Not that there isn’t work to do. The dried stalks of last year’s garden have served their purpose and need to be cut before the first buds of the new season poke their heads through the soil. The stalks have allowed the roots to breathe through the winter’s frozen crust, and they have formed the “architecture” of the winter garden, according to the sages of Victory Garden and HGTV. In reality I just never get around to cutting them until late winter, so I use any excuse for delay.

All it takes is a few warm days in February to encourage the tulips, daffodils and lilies to show up. Their first appearances always get frost bite, but they spur our hopes for an early spring. The winter accumulation of leaves from the oak trees across the street and any other vagabond neighborhood trees must be cleared, along with the candy wrappers and overflow waste from the neighboring yards that get caught in the existing landscape plants.
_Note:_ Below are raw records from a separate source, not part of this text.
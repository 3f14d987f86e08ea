import { fireEvent, render, screen } from '@testing-library/svelte';
import { beforeAll, describe, expect, it, vi } from 'vitest';
import TimelinePlot from '$lib/components/replay/TimelinePlot.svelte';
import { buildReplay } from '$lib/replay/model';
import { fullView } from '$lib/replay/plot-scale';
import { brokenRow, chord, sessionOf, twoDeck } from '../replay/factories';

beforeAll(() => {
	// jsdom has no layout: the plot's width binding needs a ResizeObserver that does nothing.
	vi.stubGlobal(
		'ResizeObserver',
		class {
			observe() {}
			unobserve() {}
			disconnect() {}
		}
	);
});

function props(model = buildReplay(brokenRow(), sessionOf(chord()))) {
	return {
		model,
		view: fullView(model.duration),
		cursor: 1200,
		selected: null,
		causing: null,
		onSeek: vi.fn(),
		onView: vi.fn(),
		onFinding: vi.fn()
	};
}

describe('TimelinePlot', () => {
	it('draws a lane per pad touched, an audible lane per rack and deck, and the finding', () => {
		render(TimelinePlot, props());
		expect(screen.getAllByTestId('pad-lane').map((l) => l.dataset.input)).toEqual(['pad-13', 'pad-14']);
		expect(screen.getAllByTestId('audible-lane').map((l) => `${l.dataset.rack}${l.dataset.deck}`)).toEqual(['2A']);
		const mark = screen.getByTestId('finding-mark');
		expect(mark.dataset.kind).toBe('dropout');
		expect(Number(mark.dataset.start)).toBe(1500.25);
		expect(screen.getByTestId('plot-cursor').dataset.t).toBe('1200');
	});

	it('draws the held counter of a legato row and no finding marks when there are none', () => {
		render(TimelinePlot, props(buildReplay(twoDeck(), sessionOf(chord()))));
		expect(screen.getByTestId('counter-lane').dataset.counter).toBe('held');
		expect(screen.queryAllByTestId('finding-mark')).toHaveLength(0);
	});

	it('hands a click on a finding mark back as that finding', async () => {
		const p = props();
		render(TimelinePlot, p);
		await fireEvent.click(screen.getByTestId('finding-mark'));
		expect(p.onFinding).toHaveBeenCalledWith(0);
	});

	it('marks the causing event on its pad lane', () => {
		render(TimelinePlot, { ...props(), causing: { t: 1500.25, input: 'pad-13' } });
		const mark = screen.getByTestId('causing-mark');
		expect(mark.dataset.t).toBe('1500.25');
		expect(mark.closest('[data-testid="pad-lane"]')).toHaveAttribute('data-input', 'pad-13');
	});
});
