// The audio layer's private copy of the rig state, updated path by path from engine changes
// (`RigChange.path`, e.g. 'racks.0.routes.B'). It only records what the engine decided.
import { initialRack } from '$lib/engine/rig';
import { DECK_IDS, type RackState, type RigChange, type RigState } from '$lib/engine/types';

/** A rack as the engine starts it: off, unrouted, an empty chain. */
export const quietRack: () => RackState = initialRack;

/** `racks` racks off and unrouted, every deck playing. */
export function quietRig(racks = 1): RigState {
	const decks = Object.fromEntries(DECK_IDS.map((d) => [d, { playing: true }])) as RigState['decks'];
	return { racks: Array.from({ length: racks }, quietRack), decks, counters: {}, held: [] };
}

export interface Touched {
	racks: Set<number>;
	decks: Set<string>;
}

/** Writes one change into `state` (a private mutable copy) and notes which rack or deck it hit. */
export function writeChange(state: RigState, change: RigChange, touched: Touched): void {
	const keys = change.path.split('.');
	if (keys[0] === 'racks') touched.racks.add(Number(keys[1]));
	else if (keys[0] === 'decks') touched.decks.add(keys[1]);
	else return; // counters and held pads make no sound
	let node: Record<string, unknown> = state as unknown as Record<string, unknown>;
	for (const key of keys.slice(0, -1)) {
		const next = node[key];
		if (typeof next !== 'object' || next === null) return;
		node = next as Record<string, unknown>;
	}
	node[keys[keys.length - 1]] = change.to;
}
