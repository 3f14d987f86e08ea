// Each glossary term carries its one line where it first appears on a screen: the studio's hold
// group field, the hold-group row dialog, the doctor's hold groups heading, and every finding badge
// on the replay page (a badge sits inside a button, so it carries the line without a second link).
import { beforeAll, describe, expect, it, vi } from 'vitest';
import { render, screen, within } from '@testing-library/svelte';
import BindingSettings from '$lib/components/studio/BindingSettings.svelte';
import DoctorPanel from '$lib/components/studio/DoctorPanel.svelte';
import HoldRowDialog from '$lib/components/studio/HoldRowDialog.svelte';
import FindingsList from '$lib/components/replay/FindingsList.svelte';
import { demoMapping } from '$lib/engine/demo';
import { FINDING_INFO, type Finding } from '$lib/engine';
import { glossaryEntry } from '$lib/glossary';
import { VerifyClient } from '$lib/verify/verify-client.svelte';

const HOLD_GROUP = glossaryEntry('hold group')!.line;

beforeAll(() => {
	// jsdom has <dialog> but not its modal methods.
	HTMLDialogElement.prototype.showModal ??= function (this: HTMLDialogElement) {
		this.open = true;
	};
	HTMLDialogElement.prototype.close ??= function (this: HTMLDialogElement) {
		this.open = false;
	};
});

/** The glossary link a term makes, checked for its anchor and its one-line description. */
function expectTermLink(name: string | RegExp, line: string) {
	const link = screen.getByRole('link', { name });
	expect(link).toHaveAttribute('href', '/help#hold-group');
	expect(link).toHaveAccessibleDescription(line);
	// The studio keeps unsaved work: the glossary opens beside it.
	expect(link).toHaveAttribute('target', '_blank');
	return link;
}

describe('hold group in the studio', () => {
	const mapping = demoMapping('two-deck');

	it('the binding settings label carries the line and still names its field', () => {
		render(BindingSettings, { binding: mapping.bindings[0], decks: 2, onchange: () => [] });
		expectTermLink('Hold group', HOLD_GROUP);
		expect(screen.getByRole('textbox', { name: /^Hold group/ })).toHaveAttribute('maxlength', '64');
	});

	it('the hold-group row dialog explains the term at its name field', () => {
		render(HoldRowDialog, { open: true, mapping, onwrite: vi.fn(() => []), onclose: vi.fn() });
		expectTermLink('Hold group', HOLD_GROUP);
		expect(screen.getByRole('textbox', { name: /^Hold group.* name$/ })).toBeInstanceOf(HTMLInputElement);
	});

	it('the doctor panel heading explains hold groups', () => {
		render(DoctorPanel, {
			mapping,
			verifier: new VerifyClient(() => {
				throw new Error('no proof is asked for here');
			}),
			onstep: vi.fn(),
			onreplay: vi.fn(),
			replaying: false
		});
		const heading = screen.getByRole('heading', { name: /Hold groups/ });
		expect(within(heading).getByRole('tooltip', { hidden: true })).toHaveTextContent(HOLD_GROUP);
		expectTermLink('Hold groups', HOLD_GROUP);
	});
});

describe('finding badges on the replay page', () => {
	const at = (kind: Finding['kind'], start: number): Finding => ({
		kind,
		start,
		end: start + 100,
		event: 0,
		binding: 0,
		input: 'pad-1',
		rack: 1,
		deck: 'A',
		counter: null,
		message: `something at ${start}`
	});

	it('each badge carries its kind’s glossary line, as the description of its button, with no link inside', () => {
		const kinds = Object.keys(FINDING_INFO) as Finding['kind'][];
		render(FindingsList, {
			title: 'Take',
			subtitle: 'v2',
			findings: kinds.map((k, i) => at(k, i * 1000)),
			selected: null,
			onSelect: () => {},
			testid: 'findings-original'
		});
		const buttons = screen.getAllByTestId('finding');
		expect(buttons).toHaveLength(kinds.length);
		buttons.forEach((button, i) => {
			const line = glossaryEntry(kinds[i])!.line;
			const term = within(button).getByTestId('term');
			expect(term).toHaveAttribute('data-term', glossaryEntry(kinds[i])!.id);
			expect(within(term).getByRole('tooltip', { hidden: true })).toHaveTextContent(line);
			expect(button).toHaveAccessibleDescription(line);
			expect(within(button).queryByRole('link')).toBeNull();
		});
	});
});
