// One rack as an insert on one deck: dry and wet (equal-power, DESIGN.md §5) around its chain,
// up to four positions in series, each with its own effect, on and three parameters. It follows
// the rack's state; effect instances are built before the first press when the rig is told what a
// mapping may load (prepare), else the first time the rack is routed to this deck, and a position's
// effect changes with a short crossfade to an instance it keeps.
import { Gain } from 'tone';
import { CHAIN_MAX, type DeckId, type EffectId, type RackState } from '$lib/engine/types';
import type { BeatClock } from './beat-clock';
import { createEffect, type RackEffect } from './effects';
import { rampParam, type EffectOptions } from './effects/effect';
import { equalPowerGains } from './mix';
import { positionActive, positionValues, rackEngaged } from './chain-values';

/** Every gain move in a rack ramps this long (seconds): short enough to feel instant, no click. */
export const RACK_FADE = 0.003;

interface Loaded {
	id: EffectId;
	effect: RackEffect;
	engaged: boolean;
}

/**
 * One chain position between two summing nodes it shares with its neighbours; the effect's output
 * level is its wet. It keeps one instance per effect it has held (or was told it may hold): an
 * effect swapped out rings down, then waits with its input unplugged until it is loaded again, so a
 * press that changes the effect only moves gains and parameters instead of building nodes.
 */
class PositionStage {
	#bypass = new Gain(1);
	loaded: Loaded | null = null;
	#retired: (Loaded & { until: number })[] = [];
	#idle = new Map<EffectId, RackEffect>();

	constructor(
		readonly input: Gain,
		readonly output: Gain
	) {
		this.input.chain(this.#bypass, this.output);
	}

	/** Instances this position holds (loaded, ringing down or waiting), for tests and the bench. */
	get instances(): number {
		return (this.loaded ? 1 : 0) + this.#retired.length + this.#idle.size;
	}

	/** Builds a waiting instance of each effect not held yet; answers how many it built. */
	prepare(ids: readonly EffectId[], options: EffectOptions, budget: number): number {
		let built = 0;
		for (const id of ids) {
			if (built >= budget) break;
			if (this.loaded?.id === id || this.#idle.has(id) || this.#retired.some((l) => l.id === id)) continue;
			const effect = createEffect(id, options);
			effect.output.gain.setValueAtTime(0, 0);
			effect.output.connect(this.output);
			this.#idle.set(id, effect);
			built++;
		}
		return built;
	}

	load(id: EffectId | null, options: EffectOptions, time: number) {
		if (this.loaded?.id === id) return;
		this.#sweep();
		if (this.loaded) {
			rampParam(this.loaded.effect.output.gain, 0, time, RACK_FADE);
			if (this.loaded.engaged) this.loaded.effect.release(time + RACK_FADE);
			this.#retired.push({ ...this.loaded, until: time + 0.5 });
			this.loaded = null;
		}
		if (id === null) return;
		const ringing = this.#retired.findIndex((l) => l.id === id);
		if (ringing >= 0) {
			// Swapped out a moment ago and still plugged in: take it back as it is.
			const [back] = this.#retired.splice(ringing, 1);
			this.loaded = { id, effect: back.effect, engaged: false };
			return;
		}
		let effect = this.#idle.get(id);
		if (effect) this.#idle.delete(id);
		else {
			effect = createEffect(id, options);
			effect.output.gain.setValueAtTime(0, 0); // silent until the position engages (a past time: at once)
			effect.output.connect(this.output);
		}
		this.input.connect(effect.input);
		this.loaded = { id, effect, engaged: false };
	}

	follow(active: boolean, bypass: number, time: number) {
		rampParam(this.#bypass.gain, bypass, time, RACK_FADE);
		const loaded = this.loaded;
		if (!loaded) return;
		rampParam(loaded.effect.output.gain, active ? 1 : 0, time, RACK_FADE);
		if (active && !loaded.engaged) loaded.effect.engage(time);
		if (!active && loaded.engaged) loaded.effect.release(time + RACK_FADE);
		loaded.engaged = active;
	}

	setTempo(bpm: number, time: number) {
		for (const effect of this.#all()) effect.setTempo(bpm, time);
	}

	/** Effects swapped out a while ago have rung down: unplug their input and keep them waiting. */
	#sweep() {
		const now = this.input.context.currentTime;
		this.#retired = this.#retired.filter((l) => {
			if (l.until > now) return true;
			this.input.disconnect(l.effect.input);
			if (this.#idle.has(l.id)) l.effect.dispose();
			else this.#idle.set(l.id, l.effect);
			return false;
		});
	}

	#all(): RackEffect[] {
		return [
			...this.#retired.map((l) => l.effect),
			...(this.loaded ? [this.loaded.effect] : []),
			...this.#idle.values()
		];
	}

	dispose() {
		for (const effect of this.#all()) effect.dispose();
		this.#retired = [];
		this.#idle.clear();
		this.loaded = null;
		this.#bypass.dispose();
	}
}

/** A rack on one deck, between the deck's summing nodes before and after it (the deck owns those). */
export class RackInsert {
	#dry = new Gain(1);
	#wet = new Gain(0);
	#joints: Gain[] = [];
	#positions: PositionStage[] = [];
	#built = false;
	#direct: boolean;
	#bpm: number;

	constructor(
		readonly rack: number,
		readonly deck: DeckId,
		readonly clock: BeatClock,
		readonly input: Gain,
		public output: Gain
	) {
		this.#bpm = clock.bpmAt(clock.origin);
		// Offline nothing sounds until the whole render is set up, so a rack not (yet) routed here
		// passes straight through and is rewired when it is: a node fewer per idle rack and deck.
		this.#direct = input.context.isOffline;
		if (this.#direct) this.input.connect(this.output);
		else this.input.chain(this.#dry, this.output);
	}

	/** Applies the rack's state at `time` (all of one event's changes share that time). */
	follow(rack: RackState, time: number) {
		const routed = rack.routes[this.deck];
		if (routed && !this.#built) this.#build();
		const engaged = rackEngaged(rack, this.deck);
		const gains = engaged ? equalPowerGains(rack.mix) : { dry: 1, wet: 0 };
		rampParam(this.#dry.gain, gains.dry, time, RACK_FADE);
		rampParam(this.#wet.gain, gains.wet, time, RACK_FADE);
		// A lone effect gives the wet path only its own sound; in a chain of several, an effect that
		// adds (echoes, reverb) keeps its input too, so the positions after it hear the music as well.
		const several = rack.chain.filter(positionActive).length > 1;
		this.#positions.forEach((stage, i) => {
			const position = rack.chain[i];
			stage.load(position.effect, { bpm: this.#bpm, clock: this.clock }, time);
			const active = positionActive(position);
			if (stage.loaded) {
				for (const [param, value] of Object.entries(positionValues(position))) {
					stage.loaded.effect.set(param, value, time);
				}
			}
			const adds = stage.loaded?.effect.blend === 'add' && several;
			stage.follow(engaged && active, active && !adds ? 0 : 1, time);
		});
	}

	/** Moves this insert's output to another summing node (the deck grew a rack after it). */
	retarget(output: Gain) {
		if (this.#direct) {
			this.input.disconnect(this.output);
			this.input.connect(output);
		} else {
			this.#dry.disconnect(this.output);
			this.#dry.connect(output);
		}
		if (this.#built) {
			this.#wet.disconnect(this.output);
			this.#wet.connect(output);
		}
		this.output = output;
	}

	setTempo(bpm: number, time: number) {
		this.#bpm = bpm;
		for (const stage of this.#positions) stage.setTempo(bpm, time);
	}

	/**
	 * Builds this insert and a waiting instance of each effect a position may hold (`effects[i]`
	 * for position i), at most `budget` in all; answers how many it built.
	 */
	prepare(effects: readonly (readonly EffectId[])[], budget: number): number {
		if (!this.#built) this.#build();
		let built = 0;
		this.#positions.forEach((stage, i) => {
			built += stage.prepare(effects[i] ?? [], { bpm: this.#bpm, clock: this.clock }, budget - built);
		});
		return built;
	}

	/** Effect instances held by this insert's positions, for tests and the bench. */
	get instances(): number {
		return this.#positions.reduce((n, s) => n + s.instances, 0);
	}

	/** Effects currently loaded, for tests and the sounds page. */
	get effects(): (EffectId | null)[] {
		return this.#positions.map((s) => s.loaded?.id ?? null);
	}

	#build() {
		this.#built = true;
		if (this.#direct) {
			this.input.disconnect(this.output);
			this.input.chain(this.#dry, this.output);
			this.#direct = false;
		}
		this.#joints = Array.from({ length: CHAIN_MAX - 1 }, () => new Gain(1));
		const joints = [this.input, ...this.#joints, this.#wet];
		this.#positions = Array.from({ length: CHAIN_MAX }, (_, i) => new PositionStage(joints[i], joints[i + 1]));
		this.#wet.connect(this.output);
	}

	dispose() {
		for (const s of this.#positions) s.dispose();
		for (const n of [this.#dry, this.#wet, ...this.#joints]) n.dispose();
	}
}
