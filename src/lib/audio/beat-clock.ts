// The rig's beat clock: tempo as a list of steps in context time, so any time maps to a beat
// and back. Loops, and the effects' beat-synced parameters, read the tempo from here.

interface Segment {
	time: number; // context seconds
	beat: number;
	bpm: number;
}

export class BeatClock {
	#segments: Segment[];

	constructor(bpm: number, origin = 0) {
		this.#segments = [{ time: origin, beat: 0, bpm }];
	}

	get origin(): number {
		return this.#segments[0].time;
	}

	/** Changes the tempo from `time` on (times before the last change are moved to it). */
	setTempo(bpm: number, time: number): void {
		const last = this.#segments[this.#segments.length - 1];
		const at = Math.max(time, last.time);
		if (at === last.time) this.#segments[this.#segments.length - 1] = { ...last, bpm };
		else this.#segments.push({ time: at, beat: this.beatAt(at), bpm });
	}

	bpmAt(time: number): number {
		return this.#segmentAt(time).bpm;
	}

	/** The context time of `beat` (the inverse of beatAt). */
	timeAt(beat: number): number {
		let s = this.#segments[0];
		for (const segment of this.#segments) if (segment.beat <= beat) s = segment;
		return s.time + ((beat - s.beat) * 60) / s.bpm;
	}

	beatAt(time: number): number {
		const s = this.#segmentAt(time);
		return s.beat + ((time - s.time) * s.bpm) / 60;
	}

	#segmentAt(time: number): Segment {
		for (let i = this.#segments.length - 1; i > 0; i--) if (this.#segments[i].time <= time) return this.#segments[i];
		return this.#segments[0];
	}
}
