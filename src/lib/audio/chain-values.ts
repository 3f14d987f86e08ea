// What each chain position plays, from the rack as the engine holds it (DESIGN.md §2): every
// position has its own effect, its own on and its own three parameters (0..1, catalog order).
// Whether a rack sounds is the engine's rule (`isAudible`), never a copy of it.
import { EFFECTS } from '$lib/engine/effects';
import { isAudible } from '$lib/engine/rig';
import type { DeckId, PositionState, RackState, RigState } from '$lib/engine/types';

/** A position's parameters by catalog id; a missing value falls back to the catalog default. */
export function positionValues(position: PositionState): Record<string, number> {
	const values: Record<string, number> = {};
	if (position.effect === null) return values;
	EFFECTS[position.effect].params.forEach((p, i) => (values[p.id] = position.params[i] ?? p.default));
	return values;
}

/** Whether a position's effect is in the signal path: it holds an effect and is on. */
export function positionActive(position: PositionState): boolean {
	return position.on && position.effect !== null;
}

const PLAYING: RigState['decks'] = {
	A: { playing: true },
	B: { playing: true },
	C: { playing: true },
	D: { playing: true }
};

/**
 * The engine's audible rule (DESIGN.md §4.4) for one rack on one deck, with the deck taken as
 * playing: a stopped deck is silenced before its inserts (deck.ts), so effect tails ring out.
 */
export function rackEngaged(rack: RackState, deck: DeckId): boolean {
	return isAudible({ racks: [rack], decks: PLAYING, counters: {}, held: [] }, 1, deck);
}
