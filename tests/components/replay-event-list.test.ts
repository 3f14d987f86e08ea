import { render, screen } from '@testing-library/svelte';
import userEvent from '@testing-library/user-event';
import { describe, expect, it, vi } from 'vitest';
import EventList from '$lib/components/replay/EventList.svelte';
import { brokenRow, chord, press, sessionOf } from '../replay/factories';

// `events` is also a mount option's name, so props go under `props`.
describe('EventList', () => {
	it('marks the causing event as the current one for assistive technology', () => {
		const session = sessionOf(chord(), [{ t: 1100, midi: [0xb0, 7, 90], input: null }]);
		render(EventList, {
			props: { events: session.events, mapping: brokenRow(), current: 3, causing: 3, onSeek: () => {} }
		});
		const causing = screen.getByTestId('causing-event');
		expect(causing).toHaveAttribute('aria-current', 'true');
		expect(causing).toHaveTextContent('1.500 s');
		expect(causing).toHaveTextContent('release');
		expect(causing).toHaveTextContent('Pad 13');
		expect(screen.getAllByRole('button')).toHaveLength(5);
		expect(screen.getByText('unmapped')).toBeInTheDocument();
	});

	it('shows the raw MIDI bytes in hex', () => {
		const events = [{ t: 5, midi: [0x90, 48, 100], input: { input: 'pad-13', type: 'press' as const } }];
		render(EventList, { props: { events, mapping: brokenRow(), current: 0, causing: null, onSeek: () => {} } });
		expect(screen.getByTestId('event')).toHaveTextContent('90 30 64');
	});

	it('draws only the events around the cursor of a long session', () => {
		const long = sessionOf(Array.from({ length: 500 }, (_, i) => press(i * 10, 'pad-13')));
		render(EventList, {
			props: { events: long.events, mapping: brokenRow(), current: 250, causing: null, onSeek: () => {}, around: 3 }
		});
		const shown = screen.getAllByRole('button').map((b) => Number(b.dataset.index));
		expect(shown).toEqual([247, 248, 249, 250, 251, 252, 253]);
	});

	it('moves the cursor to an event when it is clicked', async () => {
		const onSeek = vi.fn();
		render(EventList, {
			props: { events: sessionOf(chord()).events, mapping: brokenRow(), current: -1, causing: null, onSeek }
		});
		await userEvent.click(screen.getAllByRole('button')[2]);
		expect(onSeek).toHaveBeenCalledWith(1500.25);
	});
});
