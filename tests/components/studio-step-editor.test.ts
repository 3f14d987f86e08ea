import { describe, expect, it, vi } from 'vitest';
import { render, screen } from '@testing-library/svelte';
import userEvent from '@testing-library/user-event';
import StepEditor from '$lib/components/studio/StepEditor.svelte';
import type { Problem, Step } from '$lib/engine';

// Typing through user-event is slow in jsdom on a shared machine.
vi.setConfig({ testTimeout: 20_000 });

const mapping = {
	decks: 2 as const,
	racks: [
		{ id: 'pads', label: 'Pads' },
		{ id: 'row', label: 'Row' }
	],
	counters: [{ id: 'held', max: 15, rest: 0 }]
};

function setup(step: Step, onsave = vi.fn((): Problem[] => [])) {
	const oncancel = vi.fn();
	render(StepEditor, { step, number: 3, mapping, onsave, oncancel });
	return { onsave, oncancel, user: userEvent.setup() };
}

describe('StepEditor', () => {
	it('edits a step into a rack-mix step and saves the value as 0..1', async () => {
		const { onsave, user } = setup({ target: { kind: 'rack-on', rack: 1 }, action: 'momentary' });
		await user.selectOptions(screen.getByLabelText('What it changes'), 'rack-mix');
		await user.selectOptions(screen.getByLabelText('Rack'), '2');
		const value = screen.getByLabelText('Value (percent)');
		await user.clear(value);
		await user.type(value, '45');
		expect(screen.getByTestId('step-preview')).toHaveTextContent('Reads: mix of rack 2 45 %');
		await user.click(screen.getByRole('button', { name: 'Save step' }));
		expect(onsave).toHaveBeenCalledWith({ target: { kind: 'rack-mix', rack: 2 }, action: 'set', value: 0.45 });
	});

	it('offers only the actions that fit the target', async () => {
		const { user } = setup({ target: { kind: 'counter', counter: 'held' }, action: 'count-up' });
		const actions = () => [...(screen.getByLabelText('Action') as HTMLSelectElement).options].map((o) => o.value);
		expect(actions()).toEqual(['count-up', 'count-down', 'reset', 'set']);
		await user.selectOptions(screen.getByLabelText('What it changes'), 'chain');
		expect(actions()).toEqual(['set']);
	});

	it('adds a guard on a declared counter and a release phase', async () => {
		const { onsave, user } = setup({ target: { kind: 'rack-on', rack: 1 }, action: 'set', value: 0 });
		await user.selectOptions(screen.getByLabelText('When'), 'release');
		await user.click(screen.getByRole('button', { name: 'Add a guard' }));
		await user.clear(screen.getByLabelText('Value of guard 1'));
		await user.type(screen.getByLabelText('Value of guard 1'), '1');
		await user.click(screen.getByRole('button', { name: 'Save step' }));
		expect(onsave).toHaveBeenCalledWith({
			target: { kind: 'rack-on', rack: 1 },
			action: 'set',
			value: 0,
			phase: 'release',
			guards: [{ counter: 'held', op: '=', value: 1 }]
		});
	});

	it('shows the problems the mapping check answers and keeps the form open', async () => {
		const onsave = vi.fn((): Problem[] => [{ path: 'bindings[0].steps[2]', message: 'rack 2 isn’t declared' }]);
		const { user } = setup({ target: { kind: 'rack-on', rack: 1 }, action: 'toggle' }, onsave);
		await user.click(screen.getByRole('button', { name: 'Save step' }));
		expect(screen.getByTestId('step-problems')).toHaveTextContent('rack 2 isn’t declared');
		expect(screen.getByTestId('step-editor')).toBeInTheDocument();
	});

	it('builds a chain of up to four effects', async () => {
		const { onsave, user } = setup({ target: { kind: 'chain', rack: 1 }, action: 'set', value: ['echo'] });
		await user.click(screen.getByRole('button', { name: 'Add a position' }));
		await user.selectOptions(screen.getByLabelText('Position 2'), 'reverb');
		await user.click(screen.getByRole('button', { name: 'Add a position' }));
		await user.click(screen.getByRole('button', { name: 'Add a position' }));
		expect(screen.queryByRole('button', { name: 'Add a position' })).not.toBeInTheDocument();
		await user.click(screen.getByRole('button', { name: 'Save step' }));
		expect(onsave).toHaveBeenCalledWith({
			target: { kind: 'chain', rack: 1 },
			action: 'set',
			value: ['echo', 'reverb', 'echo', 'echo']
		});
	});
});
There is plenty to do before the first crocus blooms, but it will surprise us before it all gets done.

Then we will begin again with the trips to the greenhouses and the selection of a few annuals to fill the empty spaces and provide the splashes of color that the perennials don’t provide in the season’s gaps.  We will take a census of the survivors of the wintry tests, and discover what new arrivals the birds have brought and deposited in the soft earth and mulch. Sometimes they have brought visitors that we have not imagined would take up residence here. Then we will resume the weekly hour of prayer and meditation in the yard following the lawn mower in its noisy labyrinth.

I rarely order anything from the catalogues, but that does not make me appreciate them any less. They provide a welcome tour of anticipation through the seasons ahead and relief from the heaviness of winter’s last effects. In similar ways the combination of secular and religious events on the calendar provide a way of marking time until better days arrive. Between Valentines and St. Patrick’s Day, M L King’s and President’s Day, Lent and Easter and Pentecost, there is a mixture of nature and history to keep us moving along in our hopes and imaginations. We count the days with an expectation that something new will break through the old patterns and refresh our spirits and make it possible for us to see with new eyes and hear with new ears and feel with new hearts that God is indeed good…all the time.